Tuesday, January 6, 2015

A little less meaning: Postscript

Luis Buñuel, L'Age d'Or (1930).
Brooks actually had a point to make in that excursus on the inadequacy of meaningfulness this morning, though he doesn't understand it well enough to make it and would of course have been wrong if he did. It's a left-right point, too, and I'd like to go over it just briefly.

If somebody wants you to tell them what is the meaning of life, the correct answer is that they should rephrase the question: it's a category error. That which has meaning is a sign, and life is not a sign. The word "life" is a sign, so you could ask,  e.g.,

  • What is the meaning of "life"?

but it wouldn't get a very exciting answer, from a philosophical standpoint ("Life" denotes the state or quality of being alive...).

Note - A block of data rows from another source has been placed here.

//! The C ABI: the only unsafe code of the library.
//!
//! Each entry point checks pointers and shapes, calls one function of a family and makes a status of its answer. The
//! files named like families hold the entry points; `guard`, `arrays`, `text`, `molecules` and `handles` hold what they
//! share. The header is written from these files by build.rs, so their comments are the header's.
#![allow(unsafe_code, non_snake_case, non_camel_case_types)]
#![allow(clippy::too_many_arguments)]

mod arrays;
mod guard;
mod handles;
mod molecules;
mod text;

pub mod about;
pub mod bonds;
pub mod charges;
pub mod elements;
pub mod library;
pub mod moments;
pub mod settings;
pub mod table;
pub mod tabulation;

The tiny liberals inside his head who assert that they're being nice because it makes them feel "meaningful" are not being stupid, however. Each individual life, being different from every other individual life, has the capacity to serve as a sign; because that, contrastive opposition, is what signs are made of, or in mathematical terms the source of information value. "Yes" has a meaning because it is in opposition to "no", or /p/ is a sound capable of meaning because it contrasts with /t/ and /k/. Your life can be meaningful, to those who know about it, because it is intentionally different from some other person's life, such as that of David Brooks, say, and it can be meaningful to yourself.

  • What is the meaning of my life?

It signifies your making a difference in the world, in more or less elaborate ways, depending on what you do. There is nothing "flabby" (I think Brooks says "flaccid", but just because he has penises on his mind doesn't mean I have to) about this concept, nothing "emotion-based", and nothing evanescent that must yield after a flash of excitement to "ennui". It's just semiotics.

What the definitional conservative believes is that all the meaning you need should be provided by the tradition within which you live and your status inside it, and it's true that strict observance of a tradition can give a person the requisite sense of contrast, against those "lesser breeds without the law," and that's a kind of meaning, however pinch-lipped and grim, the meaningfulness of Miss Gulch in The Wizard of Oz.

And they don't like calling it "meaning", either, because that sounds so contingent. But that's what it is, and the fact is we all have to make our own meaning the best we can, by hook (their way, drawn in) or by crook (ours, veering off).